(Saved data entries)
···

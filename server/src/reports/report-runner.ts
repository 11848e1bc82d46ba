import type { ReportJob } from '@riseback/contracts';
import { ProblemError, problemOf } from '../platform/problem';
import type { ReportMaterial } from './report-material';
import type { ReportOrderRow, ReportRepository } from './report-repository';
import type { ReportPort } from './report-threads';

export interface ReportRunnerOptions {
  readonly gather: (order: ReportOrderRow) => Promise<ReportMaterial>;
  readonly port: ReportPort;
  readonly now: () => Date;
  /** Told of every step of an order. */
  readonly changed: (job: ReportJob) => void;
  /** Told of what broke. */
  readonly report: (error: unknown) => void;
}

interface UnderWay {
  readonly calledOff: AbortController;
  progress: number;
  doing: string;
}

/** Once more after a crash, and once more after a restart; then it is the report's own fault. */
const MOST_ATTEMPTS = 2;
/** One is set in the thread while the next waits for its results. */
const AT_ONCE = 2;
const KEPT_MS = 24 * 3_600_000;
const SWEEP_MS = 3_600_000;
/** Files kept of a person. */
const MOST_FILES = 20;

/** Works off the orders for reports, in the order in which they came. */
export class ReportRunner {
  private readonly waiting: ReportOrderRow[] = [];
  private readonly underWay = new Map<string, UnderWay>();
  private sweeper: NodeJS.Timeout | undefined;
  private closed = false;

  constructor(
    private readonly reports: ReportRepository,
    private readonly options: ReportRunnerOptions,
  ) {}

  /** What an earlier server left behind is taken up; called once, when the server starts. */
  takeUp(): void {
    for (const order of this.reports.unfinished()) {
      if (order.attempt < MOST_ATTEMPTS) this.add(order);
      else this.fail(order.id, new Error('the server ended twice while this report was made'));
    }
    this.sweep();
    this.sweeper = setInterval(() => this.sweep(), SWEEP_MS).unref();
  }

  add(order: ReportOrderRow): void {
    this.waiting.push(order);
    this.next();
  }

  /** Ends an order at once, whatever it is at. */
  cancel(jobId: string): void {
    const place = this.waiting.findIndex(({ id }) => id === jobId);
    if (place !== -1) this.waiting.splice(place, 1);
    if (this.reports.end(jobId, 'cancelled', this.time())) this.tell(jobId);
    this.underWay.get(jobId)?.calledOff.abort();
  }

  /** The order with what is being done about it at the moment. */
  present(job: ReportJob): ReportJob {
    const now = this.underWay.get(job.id);
    return now === undefined || job.state !== 'running' ? job : { ...job, progress: now.progress, doing: now.doing };
  }

  /** Leaves off; what was not finished is taken up by the next server. */
  close(): void {
    this.closed = true;
    clearInterval(this.sweeper);
    for (const { calledOff } of this.underWay.values()) calledOff.abort();
  }

  private next(): void {
    while (!this.closed && this.underWay.size < AT_ONCE) {
      const order = this.waiting.shift();
      if (order === undefined) return;
      const work = { calledOff: new AbortController(), progress: 0, doing: 'Waiting for the results' };
      this.underWay.set(order.id, work);
      void this.work(order, work)
        .catch(this.options.report)
        .finally(() => {
          this.underWay.delete(order.id);
          this.next();
        });
    }
  }

  /** Ends in the order's row, and rejects only where that cannot be written. */
  private async work(order: ReportOrderRow, work: UnderWay): Promise<void> {
    const { signal } = work.calledOff;
    for (let attempt = order.attempt + 1; ; attempt += 1) {
      try {
        this.reports.start(order.id, attempt, this.time());
        this.tell(order.id);
        const content = await this.make(order, work);
        if (!signal.aborted) this.store(order, content);
        return;
      } catch (error) {
        if (signal.aborted) return;
        if (!(error instanceof ProblemError)) this.options.report(error);
        if (error instanceof ProblemError || attempt >= MOST_ATTEMPTS) return this.fail(order.id, error);
      }
    }
  }

  private async make(order: ReportOrderRow, work: UnderWay): Promise<Buffer> {
    const { signal } = work.calledOff;
    const material = await unlessAborted(this.options.gather(order), signal);
    const told = (share: number, doing: string): void => {
      Object.assign(work, { progress: share, doing });
      this.tell(order.id);
    };
    const { format } = order.input;
    return Buffer.from(await this.options.port.make({ format, material }, told, signal));
  }

  private store({ id, siteId, networkId, personId, input }: ReportOrderRow, content: Buffer): void {
    const at = this.options.now();
    const { format, revisionId } = input;
    const stored = this.reports.finish(id, content, at.toISOString(), (sha256) => ({
      ...{ at, personId, siteId, action: 'report.make', subject: networkId },
      details: {
        jobId: id,
        format,
        ...(revisionId === undefined ? {} : { revisionId }),
        sha256,
        bytes: content.length,
      },
    }));
    if (stored) this.reports.keepNewest(personId, MOST_FILES);
    this.tell(id);
  }

  private fail(jobId: string, error: unknown): void {
    const problem =
      error instanceof ProblemError
        ? error.problem
        : problemOf('internal', 'The report could not be made. Try again; if it fails once more, report the network.');
    this.reports.end(jobId, 'failed', this.time(), problem);
    this.tell(jobId);
  }

  private tell(jobId: string): void {
    const job = this.reports.byId(jobId);
    if (job !== undefined) this.options.changed(this.present(job));
  }

  private sweep(): void {
    this.reports.sweep(new Date(this.options.now().getTime() - KEPT_MS).toISOString());
  }

  private time(): string {
    return this.options.now().toISOString();
  }
}

/** The promise, or a rejection as soon as nobody waits for it any longer. */
function unlessAborted<T>(promise: Promise<T>, signal: AbortSignal): Promise<T> {
  return new Promise((resolve, reject) => {
    const calledOff = () => reject(new Error('called off'));
    signal.addEventListener('abort', calledOff, { once: true });
    promise.then(resolve, reject).finally(() => signal.removeEventListener('abort', calledOff));
  });
}
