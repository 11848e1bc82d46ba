interface Recipe<View> {
  /** All that the view is made of; the same things give the same view. */
  readonly basis: readonly unknown[];
  readonly make: () => View;
}

/**
 * Keeps the view of each element as long as what it is made of stays the same, so that a drag draws only what it moves; and the whole
 * map while all of its views stay.
 */
export class ViewCache<Element, View> {
  private known = new Map<string, { readonly basis: readonly unknown[]; readonly view: View }>();
  private views: ReadonlyMap<string, View> = new Map();

  all(elements: ReadonlyMap<string, Element>, recipeOf: (element: Element) => Recipe<View>): ReadonlyMap<string, View> {
    const known = new Map<string, { readonly basis: readonly unknown[]; readonly view: View }>();
    const views = new Map<string, View>();
    for (const [id, element] of elements) {
      const { basis, make } = recipeOf(element);
      const before = this.known.get(id);
      const same = before?.basis.length === basis.length && before.basis.every((part, i) => Object.is(part, basis[i]));
      const entry = same ? before : { basis, view: make() };
      known.set(id, entry);
      views.set(id, entry.view);
    }
    this.known = known;
    if (!sameInOrder(views, this.views)) this.views = views;
    return this.views;
  }
}

function sameInOrder<View>(a: ReadonlyMap<string, View>, b: ReadonlyMap<string, View>): boolean {
  if (a.size !== b.size) return false;
  const others = b.entries();
  for (const [id, view] of a) {
    const [otherId, otherView] = others.next().value ?? [];
    if (id !== otherId || view !== otherView) return false;
  }
  return true;
}
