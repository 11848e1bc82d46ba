import { CHOKED_PRESSURE_RATIO, ORIFICE_DISCHARGE_COEFFICIENT } from '@riseback/hydraulics';
import type { MethodSection } from '../method-section';
import { printed } from '../printed-number';

/** How flow, energy and pressure go through the network, and what a case changes. */
export const NETWORK_SECTIONS: readonly MethodSection[] = [
  {
    id: 'flow-and-energy',
    title: 'Flow and energy',
    summary:
      'Steady state. Flows add up at every node and mix by their enthalpy. A trap gives liquid at the boiling temperature of its inlet, less its subcooling; a pumped inlet liquid at its temperature; a flash vessel passes on its liquid at the pressure it is held at.',
    equations: ['m = Σ m_i', 'h = Σ m_i h_i / m'],
    range: 'Networks of traps, junctions, receivers, flash vessels and pumped inlets.',
    limits: [
      'Steady flow: no filling, no draining, no water hammer. A batch that starts is seen only through its case.',
      'Along a pipe only the given heat loss takes enthalpy away, evenly, and never below liquid at the temperature of the air.',
      'A vessel is held at its pressure whatever flows in.',
    ],
    sources: ['Mass and energy balance'],
    checked: 'Independent walks of trees and of the demo plant; balances closed in random networks.',
    page: 'network-walk',
  },
  {
    id: 'pressure-walk',
    title: 'Pressure along a pipe',
    summary:
      'From every receiver and vessel the pressure is marched upstream, pipe by pipe, to the traps. At each step the local pressure gives the flash share, and that the gradient.',
    equations: ['−dp/ds = (static + friction + flash)/[1 + w G² (dv/dp)_h]'],
    symbols: [['w', 'share of the flow that is sped up: 1 for full-bore methods, 0 for flash vapour']],
    range: 'Any slope and route. Fittings are spread evenly along their pipe.',
    limits: [
      'The place of a fitting within its pipe is not seen: draw a pipe of its own where it matters.',
      'Choking is sought at a pipe’s outlet.',
    ],
    sources: ['Dormand & Prince, J. Comput. Appl. Math. 6 (1980) 19-26, for the order 5 pair with error control'],
    checked:
      'Independent marches of 42 lines and 5 trees within 0.1 %; a tolerance ten times tighter moves no trap of the demo by more than 5 Pa.',
    page: 'network-walk',
  },
  {
    id: 'loops',
    title: 'Loops and several receivers',
    summary:
      'Where pipes close a loop, or one header reaches two receivers, the flows are sought that let the pressures agree at every meeting: Newton’s method on the flow of one pipe for each loop, around the same walk.',
    range:
      'Loops, parallel headers, receivers joined by pipes, check valves. A pipe may turn out to flow against its arrow, which is reported.',
    limits: [
      'What does not close is said to have no solution, with its place; there is never a number in its stead.',
      'The walk shown for a trap in a loop follows the largest outflow.',
    ],
    sources: [
      'Newton’s method on loop flows; Hardy Cross, University of Illinois Bulletin 286 (1936), for the idea of loop corrections',
    ],
    checked: 'Every mesh closed to below 1 Pa; cold liquid against an independent computation of loop corrections.',
    page: 'network-walk',
  },
  {
    id: 'cases',
    title: 'Operating cases',
    summary:
      'A case multiplies the loads and the gauge pressure of the inlets, and may override single elements. An isolated trap gives nothing.',
    range: 'Whatever is overridden stands as it is given; factors work on the rest.',
    limits: ['A case is a steady state, not a sequence of events.'],
    sources: ['Definition of this program'],
    checked: 'Each override and factor by itself.',
    page: 'operating-cases',
  },
  {
    id: 'modulating-inlet',
    title: 'Steam space behind a control valve',
    summary:
      'Behind a control valve the steam space follows the load. Its temperature is the one at which the exchanger gives just the load’s share `φ` of its full duty.',
    equations: ['p = p_sat(T_2 + φ (T_s − T_2))', 'LMTD(T) = (T_2 − T_1)/ln[(T − T_1)/(T − T_2)]'],
    symbols: [
      ['T_1', 'temperature of the secondary fluid where it enters'],
      ['T_2', 'temperature of the secondary fluid where it leaves'],
      ['T_s', 'boiling temperature of the steam at full load'],
    ],
    notes: [
      'The first equation is for constant secondary flow and varying inlet. For varying flow the pressure is that at which the mean temperature difference is `φ LMTD(T_s)`.',
    ],
    range: '`φ` from 0 to 1; from full load up the valve stands open.',
    limits: [
      'The coefficient of heat transfer is taken as constant, and an exchanger that floods is not followed further.',
    ],
    sources: [
      'Mean temperature difference of condensing steam, any text-book of heat transfer',
      'Use for stall: common practice',
    ],
    checked: 'Both put back into the heat balance, to 1e-9.',
    page: 'operating-cases',
  },
  {
    id: 'failed-open',
    title: 'Traps that have failed open',
    summary:
      'Live steam blown through the trap’s orifice on top of its load, against the back pressure that the steam itself raises.',
    equations: [`W = ${printed(ORIFICE_DISCHARGE_COEFFICIENT)} A p/70`, 'G² ∝ r^(2/n) − r^((n + 1)/n)'],
    symbols: [
      ['W', 'steam, lb/s, while the orifice is choked'],
      ['A', 'area of the orifice, in²'],
      ['p', 'inlet pressure, psia'],
      ['r', 'back pressure over inlet pressure, both absolute'],
    ],
    notes: [
      `Choked up to \`r = ${printed(CHOKED_PRESSURE_RATIO, 3)}\`; above that the flow falls as \`G\` at \`r\` does from \`G\` at that limit, with Zeuner’s exponent \`n\` for dry saturated steam.`,
    ],
    range: 'Saturated steam; an orifice diameter of the trap model or of the case is needed.',
    limits: [
      'An upper bound: the condensate that shares the orifice is not taken off.',
      'Nothing flows back through a trap whose return stands above its inlet.',
    ],
    sources: [
      'Napier’s rule as handbooks print it',
      'US DOE Steam Tip Sheet 1, Inspect and Repair Steam Traps',
      'De Saint-Venant & Wantzel (1839)',
    ],
    checked: '16 cells of the leak table within 0.5 %; an independent walk of the demo plant with one trap open.',
    page: 'steam-orifice',
    warning: 'Live steam in a return burns whoever opens the line. Isolate and drain before touching a trap.',
  },
];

···

From the records above, repeat exactly the lines from the one with "['r', 'back pressure" through the one with "flows back through", both included.

      ['r', 'back pressure over inlet pressure, both absolute'],
    ],
    notes: [
      `Choked up to \`r = ${printed(CHOKED_PRESSURE_RATIO, 3)}\`; above that the flow falls as \`G\` at \`r\` does from \`G\` at that limit, with Zeuner’s exponent \`n\` for dry saturated steam.`,
    ],
    range: 'Saturated steam; an orifice diameter of the trap model or of the case is needed.',
    limits: [
      'An upper bound: the condensate that shares the orifice is not taken off.',
      'Nothing flows back through a trap whose return stands above its inlet.',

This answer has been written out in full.